Analysis of directional effects on atmospheric correction

Atmospheric correction in the Visible and Near Infrared (VNIR) spectral range of remotely sensed data is significantly simplified if we assume a Lambertian target. However, natural surfaces are anisotropic. Therefore, this assumption will introduce an error in surface directional reflectance estimates and consequently in the estimation of vegetation indexes such as the Normalized Difference Vegetation Index (NDVI) and the surface albedo retrieval. In this paper we evaluate the influence of directional effects on the atmospheric correction and its impact in the NDVI and albedo estimation. First, we derived the NDVI and surface albedo from data corrected assuming a Lambertian surface, then by using the BRDF model parameters used in the albedo retrieval, we account for the coupling effect and retrieved an improved NDVI and albedo. The study used Climate Modeling Grid (CMG) MODIS data, which has a spatial resolution of 0.05°. We focused our analysis on four Aeronet sites located in the United States of America: KONZA EDC (a prairie region in the Flint Hills, Kansas), Howland (a forest area in Maine), Walker Branch (a forest area in Tennessee) and GSFC (at NASA's Goddard Space Flight Center).
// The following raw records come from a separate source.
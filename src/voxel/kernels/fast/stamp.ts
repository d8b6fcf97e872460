import { type Field, OUT_OF_REACH, SUM } from '../contract.ts';

/** Where and how large one crater is, in columns of the field. */
export interface Footprint {
  /** Centre, in columns from the field's corner. */
  x: number;
  y: number;
  /** Index of the column struck. */
  column: number;
  /** Radius as the chip has it, before magnification (m). */
  radius: number;
  depth: number;
  /** Columns at or above this height are left alone: the tool has passed them, or they stand too tall (m). */
  limit: number;
}

/**
 * Lowers the columns under a half-ellipsoid: h = min(h, h0 - depth sqrt(1 - (r/radius)^2)). Books the credited volume,
 * what overlap took of it and what was removed, in the sums at `base`.
 */
export function stampChip(
  field: Field,
  at: Footprint,
  step: { magnification: number; time: number },
  base: number,
): void {
  const { nx, ny, heights, ages, sums, periodicX, periodicY } = field;
  const wide = at.radius * step.magnification;
  const rx = wide / field.dx;
  const ry = wide / field.dy;
  const { x, y, depth, limit } = at;
  const time = step.time;
  const h0 = heights[at.column] as number;
  let credited = 0;
  let removed = 0;
  let j0 = Math.ceil(y - 0.5 - ry);
  let j1 = Math.floor(y - 0.5 + ry);
  if (!periodicY) {
    if (j0 < 0) j0 = 0;
    if (j1 > ny - 1) j1 = ny - 1;
  }
  for (let j = j0; j <= j1; j++) {
    const v = (j + 0.5 - y) / ry;
    const rest = 1 - v * v;
    if (rest <= 0) continue;
    const reach = rx * Math.sqrt(rest);
    let i0 = Math.ceil(x - 0.5 - reach);
    let i1 = Math.floor(x - 0.5 + reach);
    if (!periodicX) {
      if (i0 < 0) i0 = 0;
      if (i1 > nx - 1) i1 = nx - 1;
    }
    const row = (j < 0 ? j + ny : j >= ny ? j - ny : j) * nx;
    for (let i = i0; i <= i1; i++) {
      const u = (i + 0.5 - x) / rx;
      const w = rest - u * u;
      if (w <= 0) continue;
      const bowl = depth * Math.sqrt(w);
      const column = row + (i < 0 ? i + nx : i >= nx ? i - nx : i);
      const h = heights[column] as number;
      if (h >= limit || h <= OUT_OF_REACH) continue;
      credited += bowl;
      const target = h0 - bowl;
      if (h <= target) continue;
      heights[column] = target;
      removed += h - (heights[column] as number);
      ages[column] = time;
    }
  }
  const area = field.dx * field.dy;
  sums[base + SUM.credited] = (sums[base + SUM.credited] as number) + credited * area;
  sums[base + SUM.overlap] = (sums[base + SUM.overlap] as number) + (credited - removed) * area;
  sums[base + SUM.chipRemoved] = (sums[base + SUM.chipRemoved] as number) + removed * area;
}

/**
 * Takes a dent's volume (m3, magnification included) off the columns around its centre: a paraboloid of radius
 * `at.radius` where the columns resolve it, shared over the four nearest columns where they do not.
 */
export function stampDent(
  field: Field,
  at: Footprint,
  volume: number,
  step: { magnification: number; time: number },
  base: number,
): void {
  const wide = at.radius * step.magnification;
  const removed =
    wide > 1.5 * field.dx && wide > 1.5 * field.dy ? bowlDent(field, at, volume, wide) : splatDent(field, at, volume);
  const sums = field.sums;
  sums[base + SUM.dentRemoved] = (sums[base + SUM.dentRemoved] as number) + removed * field.dx * field.dy;
}

function splatDent(field: Field, at: Footprint, volume: number): number {
  const { nx, ny, heights, periodicX, periodicY } = field;
  const cx = at.x - 0.5;
  const cy = at.y - 0.5;
  const i0 = Math.floor(cx);
  const j0 = Math.floor(cy);
  const fx = cx - i0;
  const fy = cy - j0;
  const deep = volume / (field.dx * field.dy);
  let removed = 0;
  for (let q = 0; q < 4; q++) {
    let i = i0 + (q & 1);
    let j = j0 + (q >> 1);
    if (i < 0 || i >= nx) {
      if (!periodicX) continue;
      i = i < 0 ? i + nx : i - nx;
    }
    if (j < 0 || j >= ny) {
      if (!periodicY) continue;
      j = j < 0 ? j + ny : j - ny;
    }
    const column = j * nx + i;
    const h = heights[column] as number;
    if (h >= at.limit || h <= OUT_OF_REACH) continue;
    const weight = ((q & 1) === 1 ? fx : 1 - fx) * (q >> 1 === 1 ? fy : 1 - fy);
    heights[column] = h - deep * weight;
    removed += h - (heights[column] as number);
  }
  return removed;
}

function bowlDent(field: Field, at: Footprint, volume: number, wide: number): number {
  const { nx, ny, heights, periodicX, periodicY } = field;
  const rx = wide / field.dx;
  const ry = wide / field.dy;
  // volume of a paraboloid: pi r^2 depth / 2
  const depth = (2 * volume) / (Math.PI * wide * wide);
  let removed = 0;
  let j0 = Math.ceil(at.y - 0.5 - ry);
  let j1 = Math.floor(at.y - 0.5 + ry);
  if (!periodicY) {
    if (j0 < 0) j0 = 0;
    if (j1 > ny - 1) j1 = ny - 1;
  }
  for (let j = j0; j <= j1; j++) {
    const v = (j + 0.5 - at.y) / ry;
    const rest = 1 - v * v;
    if (rest <= 0) continue;
    const reach = rx * Math.sqrt(rest);
    let i0 = Math.ceil(at.x - 0.5 - reach);
    let i1 = Math.floor(at.x - 0.5 + reach);
    if (!periodicX) {
      if (i0 < 0) i0 = 0;
      if (i1 > nx - 1) i1 = nx - 1;
    }
    const row = (j < 0 ? j + ny : j >= ny ? j - ny : j) * nx;
    for (let i = i0; i <= i1; i++) {
      const u = (i + 0.5 - at.x) / rx;
      const w = rest - u * u;
      if (w <= 0) continue;
      const column = row + (i < 0 ? i + nx : i >= nx ? i - nx : i);
      const h = heights[column] as number;
      if (h >= at.limit || h <= OUT_OF_REACH) continue;
      heights[column] = h - depth * w;
      removed += h - (heights[column] as number);
    }
  }
  return removed;
}
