import { atAge } from './place.ts';
import { type CurvePlaces, placeOf, type RoughPlace } from './places.ts';
import { facesZones, type SlurrySetting, type ZoneState } from './zones.ts';

export { type CurvePlaces, curvePlaces, placeOf, type RoughPlace } from './places.ts';
export { type SlurrySetting, type ZoneState, zoneAt } from './zones.ts';

/** One point of the load curve. */
export interface CurvePoint {
  readonly gap: number;
  readonly roughness: number;
  /** Means over the face (Pa, m/s). */
  readonly pressure: number;
  readonly rate: number;
  readonly toolRate: number;
  /** Flow pumped or drawn through the face (m3/s), positive inward through its bores. */
  readonly flow: number;
  /** From the freshest to the oldest. */
  readonly zones: readonly ZoneState[];
}

/** A load curve at one depth: points of rising pressure. */
export interface SlurryCurve {
  readonly depth: number;
  readonly points: readonly CurvePoint[];
  /** The face nearly closed: what a load that no gap bears drops to. */
  readonly starved: CurvePoint;
  /** Pressure the grits bear before the exchange breaks down (Pa); Infinity when they bear all that was asked. */
  readonly stall: number;
}

/** Highest pressure the curve is followed to (Pa): beyond it there are no data at all. */
export const HIGHEST_PRESSURE = 3e6;
/** Share of the rate before it below which a face that bears more has stalled. */
export const SLOWER = 0.9;
/** The same of a face that bears less. */
export const BROKEN = 0.8;

/** Whether the fresh grits alone bear well over the highest pressure at a place: no need to look further down. */
export function isBeyond({ place }: RoughPlace, shares: Float64Array): boolean {
  return atAge(place, 0, shares).pressure > 1.5 * HIGHEST_PRESSURE;
}

/** The face at one gap and depth, zone by zone from the freshest on. */
export function faceAt(setting: SlurrySetting, at: RoughPlace, depth: number, shares: Float64Array): CurvePoint {
  const { shape } = setting;
  const { place, roughness } = at;
  const here = { place, depth, shares };
  const { zones, flow } = facesZones(setting, here);
  let pressure = 0;
  let rate = 0;
  let toolRate = 0;
  for (const zone of zones) {
    pressure += zone.pressure / shape.zones;
    rate += (zone.useful * zone.rate) / shape.zones;
    toolRate += (zone.useful * zone.toolRate) / shape.zones;
  }
  return { gap: place.gap, roughness, pressure, rate, toolRate, flow, zones };
}

/**
 * The load curve at a depth, from the largest grain down: the points that bear more than any before them. Where the
 * exchange breaks down the pressure falls as the gap closes, and the next gap that bears as much sinks slower by a tenth or
 * more, if there is one: the pressure before that is the stall, and what comes after is the starved face a load beyond it
 * drops to.
 */
export function slurryCurve(setting: SlurrySetting, places: CurvePlaces, depth: number): SlurryCurve {
  const points: CurvePoint[] = [];
  const shares = new Float64Array(places.sums.population.length);
  let stall = Number.POSITIVE_INFINITY;
  let starved: CurvePoint | undefined;
  for (let k = 1; k <= places.last; k++) {
    const at = placeOf(places, k);
    const point = faceAt(setting, at, depth, shares);
    const highest = points.at(-1);
    starved = point;
    const more = !highest || point.pressure > highest.pressure;
    if (highest && point.rate < (more ? SLOWER : BROKEN) * highest.rate) stall = Math.min(stall, highest.pressure);
    if (more) points.push(point);
    if (point.pressure > HIGHEST_PRESSURE || isBeyond(at, shares)) break;
  }
  const last = starved as CurvePoint;
  const top = points.at(-1);
  if (top && last.rate < SLOWER * top.rate) stall = Math.min(stall, top.pressure);
  return { depth, points, starved: last, stall };
}

/** The point of a curve that bears a pressure, interpolated; the starved face when none does. */
export function pointAt(curve: SlurryCurve, pressure: number): CurvePoint & { readonly carried: boolean } {
  const { points } = curve;
  const k = points.findIndex((point) => point.pressure >= pressure);
  if (k < 0) return { ...curve.starved, carried: false };
  if (k === 0) return { ...(points[0] as CurvePoint), carried: true };
  return { ...pointBetween(points[k - 1] as CurvePoint, points[k] as CurvePoint, pressure), carried: true };
}

/** The point of a pressure between two, interpolated. */
export function pointBetween(low: CurvePoint, high: CurvePoint, pressure: number): CurvePoint {
  const t = (pressure - low.pressure) / (high.pressure - low.pressure);
  const mix = (a: number, b: number) => a + t * (b - a);
  return {
    gap: mix(low.gap, high.gap),
    roughness: mix(low.roughness, high.roughness),
    pressure,
    rate: mix(low.rate, high.rate),
    toolRate: mix(low.toolRate, high.toolRate),
    flow: mix(low.flow, high.flow),
    zones: low.zones.map((zone, n) => {
      const other = high.zones[n] as ZoneState;
      return {
        age: mix(zone.age, other.age),
        useful: mix(zone.useful, other.useful),
        debris: mix(zone.debris, other.debris),
        pressure: mix(zone.pressure, other.pressure),
        rate: mix(zone.rate, other.rate),
        toolRate: mix(zone.toolRate, other.toolRate),
        crushed: mix(zone.crushed, other.crushed),
      };
    }),
  };
}

/** The point of the highest rate up to the stall: the best load. */
export function bestPoint(curve: SlurryCurve): CurvePoint {
  return curve.points.reduce((best, point) => (point.pressure <= curve.stall && point.rate > best.rate ? point : best));
}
The results indicate that the relative errors due to the Lambertian assumption on the surface reflectance are 3–12% in the visible and 0.7–5.0% in the near-infrared, around 1% on the NDVI and less than 1% on the albedo.

► In this paper we study the influence of surface anisotropy on atmospheric correction. ► Surface reflectance results show RMS of 3-12% in the visible. ► We obtained RMS of 0.7-5.0% in the near-infrared. ► The broad band white sky albedo presents relative errors less than 1%.